Shares of Expedia Group Inc. EXPE decreased by 1.33% in the past three months. When understanding a companies price change over a time period like 3 months, it could be helpful to look at its financials. One key aspect of a companies financials is its debt, but before we understand the importance of debt, let's look at how much debt Expedia Group has.
Expedia Group Debt
Based on Expedia Group's financial statement as of November 4, 2022, long-term debt is at $6.24 billion and current debt is at $0, amounting to $6.24 billion in total debt. Adjusted for $4.59 billion in cash-equivalents, the company's net debt is at $1.65 billion.

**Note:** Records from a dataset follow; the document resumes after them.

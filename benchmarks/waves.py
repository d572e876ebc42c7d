"""Smooth sign-changing integrands that are not one of Genz's closed forms: evaluations and honesty.

Genz's oscillatory family is a single plane wave ``cos(theta + a . x)``, which
the vertex probes' plane-wave model fits exactly; this set is sums of two
plane waves on the unit cube,

    f(x) = cos(a . x + u) + 0.5 cos(b . x + v),

with ``|a_i|, |b_i|`` uniform in [0.75, 13.5 / d], random signs, and ``u, v``
uniform in [0, 2 pi) (``numpy.random.default_rng(seed)``, seed 515 by
default: the set the README quotes; it was used to measure, not to tune).
Exact value by the product formula: ``int_[0,1]^d e^{i(a.x + u)} dx = e^{iu}
prod_j (e^{i a_j} - 1) / (i a_j)``, whose real part is the wave's integral.

Prints per run: dimension, draw, tolerance, evaluations, status, true and
reported relative error (SILENT where a run claims convergence with a true
error above twice its goal), then the evaluations per dimension and
tolerance.  Compare versions by running another with ``PYTHONPATH`` pointing
at its package.

Usage::

    python benchmarks/waves.py                 # d = 3..6, 5 draws, rel_tol 1e-4 and 1e-6
    python benchmarks/waves.py --dims 6 --tols 1e-4
"""

from __future__ import annotations

import argparse
import sys
from pathlib import Path

import numpy as np

sys.path.insert(0, str(Path(__file__).resolve().parents[1]))

import cubage  # noqa: E402


def wave_integral(a: np.ndarray, u: float) -> float:
    """``int_[0,1]^d cos(a . x + u) dx`` by the product formula (real part of a product of 1-D integrals)."""
    z = np.exp(1j * u) * np.prod([(np.exp(1j * ai) - 1) / (1j * ai) for ai in a])
    return float(z.real)


def draws(dims, per_dim: int, seed: int):
    """The set: (d, draw, a, b, u, v), in the order the recorded figures used (dimension by dimension)."""
    rng = np.random.default_rng(seed)
    for d in range(3, 7):
        for k in range(per_dim):
            a = rng.uniform(0.5, 9.0 / d, d) * rng.choice([-1, 1], d) * 1.5
            b = rng.uniform(0.5, 9.0 / d, d) * rng.choice([-1, 1], d) * 1.5
            u, v = rng.uniform(0, 2 * np.pi, 2)
            if d in dims:
                yield d, k, a, b, u, v


def main(argv=None) -> int:
    p = argparse.ArgumentParser(description=__doc__.splitlines()[0])
    p.add_argument("--dims", type=int, nargs="+", default=[3, 4, 5, 6], choices=[3, 4, 5, 6])
    p.add_argument("--draws", type=int, default=5, help="draws per dimension (default 5)")
    p.add_argument("--tols", type=float, nargs="+", default=[1e-4, 1e-6])
    p.add_argument("--seed", type=int, default=515)
    p.add_argument("--budget", type=int, default=2_000_000)
    a = p.parse_args(argv)
    total: dict = {}
    silent = 0
    for d, k, wa, wb, u, v in draws(set(a.dims), a.draws, a.seed):
        def f(X, wa=wa, wb=wb, u=u, v=v):
            return np.cos(X @ wa + u) + 0.5 * np.cos(X @ wb + v)
        exact = wave_integral(wa, u) + 0.5 * wave_integral(wb, v)
        for tol in a.tols:
            r = cubage.integrate(f, cubage.Box([0.0] * d, [1.0] * d), rel_tol=tol, budget=a.budget,
                                 raise_on_failure=False)
            true = abs(r.value - exact) / abs(exact)
            bad = r.status == "converged" and true > 2 * tol
            silent += bad
            total[(d, tol)] = total.get((d, tol), 0) + r.evaluations
            print(f"{d}-D draw {k} rel_tol {tol:.0e}: {r.evaluations:>10,d} {r.status:13s} "
                  f"true {true:.1e} reported {r.error / abs(exact):.1e}{'  SILENT' if bad else ''}", flush=True)
    print("evaluations: " + ", ".join(f"{d}-D {tol:.0e} {n:,}" for (d, tol), n in total.items()))
    print(f"silent wrong answers: {silent}")
    return 0


if __name__ == "__main__":
    sys.exit(main())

Let's define some of the terms we used in the paragraph above. Current debt is the portion of a company's debt which is due within 1 year, while long-term debt is the portion due in more than 1 year. Cash equivalents includes cash and any liquid securities with maturity periods of 90 days or less. Total debt equals current debt plus long-term debt minus cash equivalents.
Investors look at the debt-ratio to understand how much financial leverage a company has. Expedia Group has $21.88 billion in total assets, therefore making the debt-ratio 0.29. As a rule of thumb, a debt-ratio more than 1 indicates that a considerable portion of debt is funded by assets. A higher debt-ratio can also imply that the company might be putting itself at risk for default, if interest rates were to increase. However, debt-ratios vary widely across different industries. A debt ratio of 35% might be higher for one industry, but average for another.
Why Investors Look At Debt?
Debt is an important factor in the capital structure of a company, and can help it attain growth. Debt usually has a relatively lower financing cost than equity, which makes it an attractive option for executives.
However, due to interest-payment obligations, cash-flow of a company can be impacted. Having financial leverage also allows companies to use additional capital for business operations, allowing equity owners to retain excess profit, generated by the debt capital.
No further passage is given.